Silva Gustavo N, Brandão Virna G A, Perez Marcelo V, Blum Kenneth, Lewandrowski Kai-Uwe, Fiorelli Rossano K A
Department of Anesthesiology, Gaffrée e Guinle Universitary Hospital (EBSERH), Federal University of the State of Rio de Janeiro (UNIRIO), Rio de Janeiro 22290-240, RJ, Brazil.
Department of Surgery and Anesthesia, Federal University of São Paulo (UNIFESP), São Paulo 04021-001, SP, Brazil.
J Pers Med. 2024 Aug 5;14(8):829. doi: 10.3390/jpm14080829.
The severity and invasiveness of clinical outcomes from organic responses to trauma are influenced by individual, surgical, and anesthetic factors. A stress response elicits neuroendocrine and immune reactions that may lead to multi-organ dysfunction. The degree of neuroinflammatory reflex activation from trauma can increase pro-inflammatory cytokine production, leading to endothelial dysfunction, glycocalyx damage, neutrophil activation, and multisystem tissue destruction. A shift in patient treatment towards a neuroinflammatory perspective has prompted a new evaluation protocol for surgical patients, required to understand surgical pathogenesis and its link to chosen anesthetic-surgical methods. The goal of this study is to summarize and disseminate the present knowledge about the mechanisms involved in immune and neuroendocrine responses, focusing on video laparoscopic surgeries. This article outlines various measures cited in the literature aimed at reducing the burden of surgical trauma. It reviews anesthetic drugs, anesthetic techniques, and intensive care procedures that are known to have immunomodulatory effects. The results show a preference for more sensitive inflammatory mediators to tissue trauma serving as care tools, indicators for prognosis, and therapeutic outcomes.
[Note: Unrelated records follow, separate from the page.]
//! Closed-loop simulation for lawsmith: the energy law a spec declares, flown as lawsmith
//! generated it, beside PID and LQR baselines, on a rigid-body longitudinal model of the
//! invented demo airframe.
//!
//! **Key decision:** the energy law is flown through `lawsmith_codegen::Controller`, the
//! reference interpreter of the very program the Rust and C emitters print (a test shows it
//! equals the emitted Rust bit for bit along a trajectory), so the simulation flies the
//! emitted law, not a second hand-written copy. Everything is deterministic from the
//! scenario's seed; transcendental functions come from `libm`, so the numbers do not depend
//! on the platform's C library.
//!
//! ```
//! use lawsmith_sim::airframe::Airframe;
//! use lawsmith_sim::linear::trim;
//! let t = trim(&Airframe::default(), 22.0, 120.0, 0.0).unwrap();
//! assert!(t.residual < 1e-9 && t.controls.throttle > 0.0 && t.controls.throttle < 1.0);
//! ```
#![deny(missing_docs)]

pub mod airframe;
pub mod atmosphere;
pub mod bounded;
pub mod fly;
pub mod linear;
pub mod montecarlo;
pub mod output;
pub mod pilots;
pub mod plot;
pub mod run;
pub mod scenario;
pub mod turbulence;
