//! One closed-loop flight: the truth model integrated by RK4 at the plant rate, the controller
//! run at its own rate (zero-order hold), the guidance filters of the spec producing the
//! references, turbulence and sensor noise drawn from the scenario's seed.

use crate::airframe::{Airframe, Controls, State, Wind};
use crate::atmosphere::{at_altitude, G0};
use crate::linear::Trim;
use crate::pilots::{Measured, Pilot, References};
use crate::scenario::{Arithmetic, Scenario};
use crate::turbulence::{w20_of, Dryden, Noise};
use lawsmith_codegen::Controller;
use std::collections::BTreeMap;

/// One recorded control step.
#[derive(Clone, Copy, Debug, Default, PartialEq)]
pub struct Sample {
    /// Time, s.
    pub t: f64,
    /// Altitude, m.
    pub h: f64,
    /// Airspeed, m/s.
    pub va: f64,
    /// Pitch attitude, rad.
    pub theta: f64,
    /// Pitch rate, rad/s.
    pub q: f64,
    /// Angle of attack, rad.
    pub alpha: f64,
    /// Elevator position, rad.
    pub elevator: f64,
    /// Throttle position.
    pub throttle: f64,
    /// Elevator command, rad.
    pub elevator_cmd: f64,
    /// Throttle command.
    pub throttle_cmd: f64,
    /// Altitude command, m.
    pub h_cmd: f64,
    /// Airspeed command, m/s.
    pub va_cmd: f64,
    /// Altitude reference (guidance), m.
    pub h_r: f64,
    /// Airspeed reference, m/s.
    pub va_r: f64,
    /// Total energy error as a height, `(h_r − h) + (va_r² − va²)/(2g)`, m.
    pub energy_error: f64,
    /// Energy balance error as a height, `(h_r − h) − (va_r² − va²)/(2g)`, m.
    pub balance_error: f64,
    /// The energy law raised its domain flag.
    pub domain: bool,
    /// The elevator command is at its limit.
    pub elevator_saturated: bool,
    /// The throttle command is at 0 or 1.
    pub throttle_saturated: bool,
    /// The state error is outside the spec's proved error box.
    pub outside_box: bool,
    /// The law's estimate of the relative drag error (NaN for a law without one).
    pub drag_error_estimate: f64,
    /// The relative error of the drag the law was told: the truth airframe's drag at the
    /// true angle of attack over it, minus one (NaN for a controller told no drag).
    pub drag_error: f64,
}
机体对创伤的反应所导致临床结果的严重程度和侵袭性受到个体、手术及麻醉因素的影响。应激反应会引发神经内分泌和免疫反应,这可能导致多器官功能障碍。创伤引起的神经炎症反射激活程度会增加促炎细胞因子的产生,进而导致内皮功能障碍、糖萼损伤、中性粒细胞激活以及多系统组织破坏。患者治疗向神经炎症视角的转变促使针对外科手术患者制定了新的评估方案,需要了解手术发病机制及其与所选麻醉 - 手术方法的关联。本研究的目的是总结并传播当前有关免疫和神经内分泌反应机制的知识,重点关注视频腹腔镜手术。本文概述了文献中提到的旨在减轻手术创伤负担的各种措施。它回顾了已知具有免疫调节作用的麻醉药物、麻醉技术和重症监护程序。结果表明,更倾向于选择对组织创伤更敏感的炎症介质作为护理工具、预后指标和治疗结果。